I found me a solution to yesterday’s parsing problem.
The problem: parsing input of a the street address field to check the street against a database.
It turned out pretty simple. My compiler construction classes and exam have been too long ago and I do not know wether I would have found a solution easier back then.
I got a couple of helpful hints from Uli
and David
[…]
Ok, das Hauptproblem scheint ja zu sein, das es keine eindeutigen Trennzeichen gibt weil Leerzeichen auch innerhalb von Strasse und Ortsname vorkommen. Wenn Du durch genauere Analyse Strassenprefix und -suffix erkennen kannst(und letztere nicht als Wohneinheit gültig wären), sollte es eindeutig machbar sein. [David Metzler]
They helped in a way. Somewhere David reminded me of what I really need to do. I’ll try to write it up.

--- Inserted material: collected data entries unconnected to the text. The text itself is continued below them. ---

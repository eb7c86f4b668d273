import { StyleSheet, View } from 'react-native';

import { type Action, Button } from '@/components/ui/button';
import type { ColorRole } from '@/components/ui/colors';
import { Icon, type IconName } from '@/components/ui/icon';
import { radius, useTheme } from '@/components/ui/theme';
import { Txt } from '@/components/ui/txt';
import { font } from '@/components/ui/type';

export type Tone = 'info' | 'done' | 'caution' | 'error';

export const TONES: Record<Tone, { fill: ColorRole; ink: ColorRole; icon: IconName }> = {
  info: { fill: 'woadTint', ink: 'woadInk', icon: 'info' },
  done: { fill: 'mossTint', ink: 'mossInk', icon: 'done' },
  caution: { fill: 'weldTint', ink: 'weldInk', icon: 'triangle' },
  error: { fill: 'madderTint', ink: 'madderInk', icon: 'octagon' },
};

interface NoteProps {
  tone: Tone;
  title: string;
  text?: string | undefined;
  icon?: IconName | undefined;
  action?: Action | undefined;
  /** read out when it appears */
  live?: boolean | undefined;
  testID?: string | undefined;
}

/** A glyph, bold first words and at most one button. */
export function Note({ tone, title, text, icon, action, live = false, testID }: NoteProps) {
  const { color } = useTheme();
  const look = TONES[tone];
  return (
    <View
      {...(live && { role: tone === 'error' ? ('alert' as const) : ('status' as const) })}
      {...(testID && { testID })}
      style={[styles.note, { backgroundColor: color[look.fill] }]}
    >
      <Icon name={icon ?? look.icon} color={look.ink} />
      <View style={styles.words}>
        <Txt style={styles.text}>
          <Txt style={[styles.text, styles.title]}>{title}</Txt>
          {text ? ` ${text}` : ''}
        </Txt>
      </View>
      {action && <Button kind="second" small {...action} />}
    </View>
  );
}

const styles = StyleSheet.create({
  note: {
    borderRadius: radius.control,
    minHeight: 46,
    paddingHorizontal: 14,
    paddingVertical: 10,
    flexDirection: 'row',
    flexWrap: 'wrap',
    alignItems: 'center',
    gap: 12,
  },
  words: { flexGrow: 1, flexShrink: 1, flexBasis: 180 },
  text: { fontSize: 15.5, lineHeight: 20.5 },
  title: { fontFamily: font.bold },
});
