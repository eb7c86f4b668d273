import { StyleSheet, View } from 'react-native';

import type { ColorRole } from '@/components/ui/colors';
import { useTheme } from '@/components/ui/theme';

interface MeterProps {
  value: number;
  of: number;
  /** a colour role or any colour */
  color?: ColorRole | (string & {}) | undefined;
  /** what is measured; the number itself stands beside the meter */
  label?: string | undefined;
}

/** How far something is, as a thin bar. Its number always stands beside or above it. */
export function Meter({ value, of, color = 'woadInk', label }: MeterProps) {
  const theme = useTheme();
  const ink = color in theme.color ? theme.color[color as ColorRole] : color;
  const share = of > 0 ? Math.min(1, Math.max(0, value / of)) : 0;
  return (
    <View
      role="img"
      aria-label={label ? `${label}: ${value} of ${of}` : `${value} of ${of}`}
      style={[styles.bar, { borderColor: ink }]}
    >
      <View style={[styles.fill, { width: `${share * 100}%`, backgroundColor: ink }]} />
    </View>
  );
}

const styles = StyleSheet.create({
  bar: { height: 10, borderRadius: 5, borderWidth: 1.5, overflow: 'hidden' },
  fill: { height: '100%' },
});
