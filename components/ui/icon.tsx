import { View } from 'react-native';

import { lucide, type LucideName } from '@/components/ui/icon-set';
import { OwnGlyph, type OwnGlyphName } from '@/components/ui/own-glyph';
import { type ColorRole } from '@/components/ui/colors';
import { useTheme } from '@/components/ui/theme';

export type IconName = LucideName | OwnGlyphName;

interface IconProps {
  name: IconName;
  size?: number | undefined;
  /** a colour role or any colour */
  color?: ColorRole | (string & {}) | undefined;
  stroke?: number | undefined;
  /** only where no word stands beside it; without one the icon is hidden from screen readers */
  label?: string | undefined;
}

function isLucide(name: IconName): name is LucideName {
  return name in lucide;
}

/** A drawn sign on the 24 grid with a 2 px round stroke. */
export function Icon({ name, size = 22, color = 'ink', stroke = 2, label }: IconProps) {
  const theme = useTheme();
  const ink = color in theme.color ? theme.color[color as ColorRole] : color;
  const named =
    label === undefined ? { 'aria-hidden': true } : { role: 'img' as const, 'aria-label': label };
  const Drawing = isLucide(name) ? lucide[name] : null;
  return (
    <View {...named} style={{ width: size, height: size, flexShrink: 0 }}>
      {Drawing ? (
        <Drawing size={size} color={ink} strokeWidth={stroke} />
      ) : (
        <OwnGlyph name={name as OwnGlyphName} size={size} color={ink} />
      )}
    </View>
  );
}
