import { Platform } from 'react-native';

interface WebProps {
  dataSet?: Record<string, string>;
  'aria-current'?: 'page' | 'step' | 'true' | undefined;
  'aria-describedby'?: string | undefined;
  'aria-invalid'?: boolean | undefined;
  'aria-level'?: number | undefined;
  'aria-pressed'?: boolean | undefined;
  'aria-controls'?: string | undefined;
  'aria-atomic'?: boolean | undefined;
  lang?: string | undefined;
  tabIndex?: 0 | -1 | undefined;
  onKeyDown?: (event: KeyEvent) => void;
  onMouseEnter?: () => void;
  onMouseLeave?: () => void;
  onFocus?: () => void;
  onBlur?: () => void;
  onClick?: (event: { currentTarget: unknown }) => void;
  inert?: boolean | undefined;
}

export interface KeyEvent {
  key: string;
  repeat?: boolean;
  currentTarget: unknown;
  preventDefault(): void;
  stopPropagation(): void;
}

/** Props that react-native-web knows and React Native's types do not; nothing on a device. */
export function webOnly(props: WebProps): object {
  return Platform.OS === 'web' ? props : {};
}

/**
 * Lets Space press a box, a switch, a radio or a tab, as it does in a browser's own:
 * react-native-web answers Space for buttons only.
 */
export function pressedBySpace(onPress: () => void): object {
  const press = (event: KeyEvent) => {
    if (event.key !== ' ') return;
    event.preventDefault(); // the page would scroll
    if (!event.repeat) onPress();
  };
  return webOnly({ onKeyDown: press });
}

/** Marks what shrinks a little while it is pressed; the movement itself is in public/app.css. */
export const pressable = webOnly({ dataSet: { press: 'scale' } });
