import { StyleSheet, View } from 'react-native';

import { type Action, Button } from '@/components/ui/button';

/** Buttons one under the other, the first one filled: what an empty or a broken page offers. */
export function Actions({ actions }: { actions: readonly Action[] }) {
  return (
    <View style={styles.list}>
      {actions.map((action, at) => (
        <Button key={action.label} kind={at === 0 ? 'main' : 'second'} {...action} />
      ))}
    </View>
  );
}

const styles = StyleSheet.create({ list: { alignSelf: 'stretch', gap: 10 } });
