import { StyleSheet, View } from 'react-native';

import { Icon } from '@/components/ui/icon';
import { useTheme } from '@/components/ui/theme';
import { Txt } from '@/components/ui/txt';
import { font } from '@/components/ui/type';
import type { Station } from '@/shared/model/codes';

interface TallyTopProps {
  station: Station;
  perTap: number;
  full: boolean;
  locked: boolean;
}

/** What a tap adds and what else counts; or that the zone is locked. */
export function TallyTop({ station, perTap, full, locked }: TallyTopProps) {
  const theme = useTheme();
  const dye = theme.station(station);
  const ink = full ? dye.ink : dye.onFill;
  const onPill = full || theme.name === 'day' ? (full ? dye.tint : dye.fill) : theme.color.paper;
  return (
    <View style={styles.top} aria-hidden>
      <View style={[styles.pill, { backgroundColor: ink }]}>
        <Icon name={locked ? 'lock' : 'plus'} size={20} color={onPill} stroke={locked ? 2.4 : 3} />
        <Txt color={onPill} style={styles.pillText}>
          {locked ? 'Hold to unlock' : `${perTap} a tap`}
        </Txt>
      </View>
      {!locked && (
        <View style={styles.keys}>
          <Icon name="keyboard" size={20} color={ink} />
          <Txt color={ink} style={styles.keysText}>
            Pedal or Space
          </Txt>
        </View>
      )}
    </View>
  );
}

const styles = StyleSheet.create({
  top: {
    flexDirection: 'row',
    flexWrap: 'wrap',
    justifyContent: 'space-between',
    alignItems: 'center',
    columnGap: 8,
    paddingHorizontal: 16,
    paddingTop: 14,
  },
  pill: {
    minHeight: 34,
    borderRadius: 17,
    paddingLeft: 10,
    paddingRight: 14,
    flexDirection: 'row',
    alignItems: 'center',
    gap: 6,
  },
  pillText: { fontFamily: font.bold, fontSize: 17, lineHeight: 22 },
  keys: { flexDirection: 'row', alignItems: 'center', gap: 7 },
  keysText: { fontFamily: font.strong, fontSize: 15.5, lineHeight: 20 },
});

One of the real problems was that tokens have semantics, which isn’t quite that unusual. But it took me three days to figure out what that meant for the problem at hand.
1) First things first: I’ll be constructing some kind of lexer that splits the input into tokens and classifies them. I will simply split by spaces for that and match the tokens against some regular expressions and hashmaps. That is completely sufficient in this case.
2) Then I need a ‘parser’ – big surprise. Since the grammer is a bit simple, the parser will be as well. The bigger problem is the data structure, the syntax tree, that the parser will create, and that structure was the true problem. In my first approach I used a class that would build up the syntax tree from a point of view that implied the semantics problem was already solved at that point which it surely was not. I am not sure yet but I’ll probably be using a ‘real’ tree instead of something homebrewed that looked like a shortcut but wasn’t.
3) Semantic analysis. This is the really fun part. No actually I know pretty well what’s going to happen because I know the semantics of the input by now. I have had enough bugs in the current code to know all kinds of possible problems that might occur. This is where the actual ‘sorting’ will happen, the class I originally used as a syntax tree might come in handy at this point. Too bad I never quite grasped all the tree grammars needed for efficient semantic analysis 🙁
4) Code generation in this case means: writing the obtained data into the classes I use for the rest of the program. Sounds easy – may not be.
Now my real problem wasn’t the algorithms, those are rather straightforward once you have the data structures needed and those are rather complex despite the seeming simplicity of the problem. Todays design goal must therefore be the data structures.
What I need to think about now is a rather ‘lenient’ error handling because the whole problem is about transparency for the customer.